» How to complete this task
Every line of the material that follows must be printed again exactly.

[Start of section]

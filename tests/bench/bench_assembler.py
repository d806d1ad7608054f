"""Speed of the assembler, per line, from 1,000 to 100,000 lines.

Targets: 10,000 lines in under 1 s and 100,000 in under 3 s, with the time
per line flat: a long program must not cost more per line than a short one.

Run:  python tests/bench/bench_assembler.py [--lines N ...] [--machine NAME] [--repeat K]
                                            [--baseline TREE]

The program is generated from the machine description's own instruction
forms (labels, forward jumps, data lines and comments mixed in), so the
benchmark runs on any machine; past what the memory holds, lines that take
no memory fill in, in the same share at every size. Each size is assembled in a fresh process (the
``assemble_file`` call alone is timed, CPU and wall), the best of K. With
``--baseline TREE`` (another source tree, say ``git archive main | tar -x
-C /tmp/base``) the same files are assembled by that tree too, in turns with
this one, and the ratio of the CPU times is printed.
"""

from __future__ import annotations

import argparse
import os
import random
import subprocess
import sys
import tempfile
from pathlib import Path

ROOT = Path(__file__).resolve().parents[2]
sys.path.insert(0, str(ROOT))

from emu import load_machine  # noqa: E402

TARGETS_S = {10_000: 1.0, 100_000: 3.0}
"""Lines → the most seconds they may take (a size within 10 % of it counts)."""
_MEASURE = """
import sys, time, asm, emu
machine = emu.load_machine(sys.argv[2])
asm.assemble_text("nop\\n", machine)            # the parser is ready before the clock starts
cpu, wall = time.process_time(), time.perf_counter()
asm.assemble_file(sys.argv[1], machine)
print(time.process_time() - cpu, time.perf_counter() - wall)
"""
_WORDS_PER_LINE = 2.1
"""A little above the mean words of an instruction line (with its data lines) on ref8."""


def _filler(index: int, rng) -> str:
    """A line that takes no memory: a constant, a comment or a blank line."""
    kind = index % 3
    if kind == 0:
        return f"K{index} = COUNT * {rng.randint(1, 9)} + {rng.randint(0, 99)}"
    if kind == 1:
        return f"; note {index}: nothing is stored here"
    return ""


def code_share(machine, lines: int) -> float:
    """The share of instruction lines that lets ``lines`` lines fit the machine's memory."""
    return min(1.0, 0.9 * machine.memory_words / (lines * _WORDS_PER_LINE))


def generate(machine, lines: int, seed: int = 1, share: float | None = None) -> str:
    """A valid program of ``lines`` lines; address operands point at labels.

    Lines that take no memory (comments, constants, blank lines) fill the
    gaps between instruction lines so that a ``share`` of the lines are
    instructions (by default as many as the memory holds), as in a long,
    well-commented program.
    """
    rng = random.Random(seed)
    out = ["; generated benchmark program", "COUNT = 12"]
    labels = [f"l{i}" for i in range(lines // 10 + 1)]
    next_label = 0
    budget = machine.memory_words
    used = 0
    share = code_share(machine, lines) if share is None else share
    fillers = 0
    while len(out) < lines:
        while rng.random() > share and len(out) < lines - 1:
            fillers += 1
            out.append(_filler(fillers, rng))
        ins = rng.choice(machine.instructions)
        if used + ins.word_count + 4 > budget:
            break
        parts = []
        for pattern in ins.operands:
            if pattern.field is None:
                parts.append(pattern.before)
                continue
            kind = ins.fields[pattern.field].kind
            if kind.is_register:
                shown = rng.choice(kind.registers)
            elif kind.high >= machine.memory_words - 1 and kind.low == 0:
                shown = rng.choice(labels)
            else:
                shown = rng.choice([str(rng.randint(max(kind.low, 0), kind.high)), "COUNT", "lo($) & 7"])
            parts.append(f"{pattern.before}{shown}{pattern.after}")
        text = f"{ins.mnemonic} {', '.join(parts)}".strip()
        prefix = ""
        if len(out) % 10 == 0 and next_label < len(labels):
            prefix = f"{labels[next_label]}:"
            next_label += 1
        out.append(f"{prefix:<8}{text}" + ("   ; step" if len(out) % 7 == 0 else ""))
        used += ins.word_count
        if len(out) % 50 == 0:
            out.append("        .byte 1, 2, 'z'")
            used += 3
    while next_label < len(labels):
        out.append(f"{labels[next_label]}:")
        next_label += 1
    return "\n".join(out) + "\n"


def _assemble_in(tree: Path, path: str, machine: str) -> tuple[float, float]:
    """CPU and wall seconds of ``assemble_file`` in a fresh process running ``tree``'s code."""
    done = subprocess.run([sys.executable, "-c", _MEASURE, path, machine], cwd=tree, check=True,
                          capture_output=True, text=True, env={**os.environ, "PYTHONPATH": str(tree)})
    cpu, wall = done.stdout.split()
    return float(cpu), float(wall)


def _target(lines: int) -> float | None:
    return next((s for n, s in TARGETS_S.items() if abs(lines - n) <= n // 10), None)


def main() -> int:
    parser = argparse.ArgumentParser(description=__doc__.splitlines()[0])
    parser.add_argument("--lines", type=int, nargs="+", default=[1_000, 10_000, 100_000])
    parser.add_argument("--machine", default="ref8")
    parser.add_argument("--repeat", type=int, default=3)
    parser.add_argument("--baseline", metavar="TREE", type=Path, help="another source tree to compare with")
    args = parser.parse_args()
    machine = load_machine(args.machine)
    trees = {"this": ROOT} | ({"base": args.baseline.resolve()} if args.baseline else {})
    ok, first_per_line = True, None
    share = code_share(machine, max(args.lines))      # one mix of lines for every size
    with tempfile.TemporaryDirectory(prefix="relaybench-bench-") as scratch:
        for size in args.lines:
            path = os.path.join(scratch, f"bench{size}.asm")
            source = generate(machine, size, share=share)
            Path(path).write_text(source, encoding="utf-8")
            lines = source.count("\n")
            best = {name: (float("inf"), float("inf")) for name in trees}
            for _ in range(args.repeat):
                for name, tree in trees.items():
                    cpu, wall = _assemble_in(tree, path, args.machine)
                    best[name] = (min(best[name][0], cpu), min(best[name][1], wall))
            cpu, wall = best["this"]
            per_line = cpu / lines * 1e6
            first_per_line = first_per_line or per_line
            target = _target(lines)
            verdict = "" if target is None else f"; target < {target:.0f} s: {'ok' if cpu < target else 'TOO SLOW'}"
            ok = ok and (target is None or cpu < target)
            base = f"; base {best['base'][0]:.3f} s, {best['base'][0] / cpu:.2f}× slower" if "base" in best else ""
            print(f"{lines:>7} lines on {machine.name}: cpu {cpu:.3f} s (wall {wall:.3f} s), "
                  f"{per_line:.1f} µs a line, {per_line / first_per_line:.2f}× the first size's{base}{verdict}")
    return 0 if ok else 1


if __name__ == "__main__":
    sys.exit(main())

[End of section]

» The answer
filename tests/bench/bench_assembler.py
repository d806d1ad7608054f
"""Speed of the assembler, per line, from 1,000 to 100,000 lines.

Targets: 10,000 lines in under 1 s and 100,000 in under 3 s, with the time
per line flat: a long program must not cost more per line than a short one.

Run:  python tests/bench/bench_assembler.py [--lines N ...] [--machine NAME] [--repeat K]
                                            [--baseline TREE]

The program is generated from the machine description's own instruction
forms (labels, forward jumps, data lines and comments mixed in), so the
benchmark runs on any machine; past what the memory holds, lines that take
no memory fill in, in the same share at every size. Each size is assembled in a fresh process (the
``assemble_file`` call alone is timed, CPU and wall), the best of K. With
``--baseline TREE`` (another source tree, say ``git archive main | tar -x
-C /tmp/base``) the same files are assembled by that tree too, in turns with
this one, and the ratio of the CPU times is printed.
"""

from __future__ import annotations

import argparse
import os
import random
import subprocess
import sys
import tempfile
from pathlib import Path

ROOT = Path(__file__).resolve().parents[2]
sys.path.insert(0, str(ROOT))

from emu import load_machine  # noqa: E402

TARGETS_S = {10_000: 1.0, 100_000: 3.0}
"""Lines → the most seconds they may take (a size within 10 % of it counts)."""
_MEASURE = """
import sys, time, asm, emu
machine = emu.load_machine(sys.argv[2])
asm.assemble_text("nop\\n", machine)            # the parser is ready before the clock starts
cpu, wall = time.process_time(), time.perf_counter()
asm.assemble_file(sys.argv[1], machine)
print(time.process_time() - cpu, time.perf_counter() - wall)
"""
_WORDS_PER_LINE = 2.1
"""A little above the mean words of an instruction line (with its data lines) on ref8."""


def _filler(index: int, rng) -> str:
    """A line that takes no memory: a constant, a comment or a blank line."""
    kind = index % 3
    if kind == 0:
        return f"K{index} = COUNT * {rng.randint(1, 9)} + {rng.randint(0, 99)}"
    if kind == 1:
        return f"; note {index}: nothing is stored here"
    return ""


def code_share(machine, lines: int) -> float:
    """The share of instruction lines that lets ``lines`` lines fit the machine's memory."""
    return min(1.0, 0.9 * machine.memory_words / (lines * _WORDS_PER_LINE))


def generate(machine, lines: int, seed: int = 1, share: float | None = None) -> str:
    """A valid program of ``lines`` lines; address operands point at labels.

    Lines that take no memory (comments, constants, blank lines) fill the
    gaps between instruction lines so that a ``share`` of the lines are
    instructions (by default as many as the memory holds), as in a long,
    well-commented program.
    """
    rng = random.Random(seed)
    out = ["; generated benchmark program", "COUNT = 12"]
    labels = [f"l{i}" for i in range(lines // 10 + 1)]
    next_label = 0
    budget = machine.memory_words
    used = 0
    share = code_share(machine, lines) if share is None else share
    fillers = 0
    while len(out) < lines:
        while rng.random() > share and len(out) < lines - 1:
            fillers += 1
            out.append(_filler(fillers, rng))
        ins = rng.choice(machine.instructions)
        if used + ins.word_count + 4 > budget:
            break
        parts = []
        for pattern in ins.operands:
            if pattern.field is None:
                parts.append(pattern.before)
                continue
            kind = ins.fields[pattern.field].kind
            if kind.is_register:
                shown = rng.choice(kind.registers)
            elif kind.high >= machine.memory_words - 1 and kind.low == 0:
                shown = rng.choice(labels)
            else:
                shown = rng.choice([str(rng.randint(max(kind.low, 0), kind.high)), "COUNT", "lo($) & 7"])
            parts.append(f"{pattern.before}{shown}{pattern.after}")
        text = f"{ins.mnemonic} {', '.join(parts)}".strip()
        prefix = ""
        if len(out) % 10 == 0 and next_label < len(labels):
            prefix = f"{labels[next_label]}:"
            next_label += 1
        out.append(f"{prefix:<8}{text}" + ("   ; step" if len(out) % 7 == 0 else ""))
        used += ins.word_count
        if len(out) % 50 == 0:
            out.append("        .byte 1, 2, 'z'")
            used += 3
    while next_label < len(labels):
        out.append(f"{labels[next_label]}:")
        next_label += 1
    return "\n".join(out) + "\n"


def _assemble_in(tree: Path, path: str, machine: str) -> tuple[float, float]:
    """CPU and wall seconds of ``assemble_file`` in a fresh process running ``tree``'s code."""
    done = subprocess.run([sys.executable, "-c", _MEASURE, path, machine], cwd=tree, check=True,
                          capture_output=True, text=True, env={**os.environ, "PYTHONPATH": str(tree)})
    cpu, wall = done.stdout.split()
    return float(cpu), float(wall)


def _target(lines: int) -> float | None:
    return next((s for n, s in TARGETS_S.items() if abs(lines - n) <= n // 10), None)


def main() -> int:
    parser = argparse.ArgumentParser(description=__doc__.splitlines()[0])
    parser.add_argument("--lines", type=int, nargs="+", default=[1_000, 10_000, 100_000])
    parser.add_argument("--machine", default="ref8")
    parser.add_argument("--repeat", type=int, default=3)
    parser.add_argument("--baseline", metavar="TREE", type=Path, help="another source tree to compare with")
    args = parser.parse_args()
    machine = load_machine(args.machine)
    trees = {"this": ROOT} | ({"base": args.baseline.resolve()} if args.baseline else {})
    ok, first_per_line = True, None
    share = code_share(machine, max(args.lines))      # one mix of lines for every size
    with tempfile.TemporaryDirectory(prefix="relaybench-bench-") as scratch:
        for size in args.lines:
            path = os.path.join(scratch, f"bench{size}.asm")
            source = generate(machine, size, share=share)
            Path(path).write_text(source, encoding="utf-8")
            lines = source.count("\n")
            best = {name: (float("inf"), float("inf")) for name in trees}
            for _ in range(args.repeat):
                for name, tree in trees.items():
                    cpu, wall = _assemble_in(tree, path, args.machine)
                    best[name] = (min(best[name][0], cpu), min(best[name][1], wall))
            cpu, wall = best["this"]
            per_line = cpu / lines * 1e6
            first_per_line = first_per_line or per_line
            target = _target(lines)
            verdict = "" if target is None else f"; target < {target:.0f} s: {'ok' if cpu < target else 'TOO SLOW'}"
            ok = ok and (target is None or cpu < target)
            base = f"; base {best['base'][0]:.3f} s, {best['base'][0] / cpu:.2f}× slower" if "base" in best else ""
            print(f"{lines:>7} lines on {machine.name}: cpu {cpu:.3f} s (wall {wall:.3f} s), "
                  f"{per_line:.1f} µs a line, {per_line / first_per_line:.2f}× the first size's{base}{verdict}")
    return 0 if ok else 1


if __name__ == "__main__":
    sys.exit(main())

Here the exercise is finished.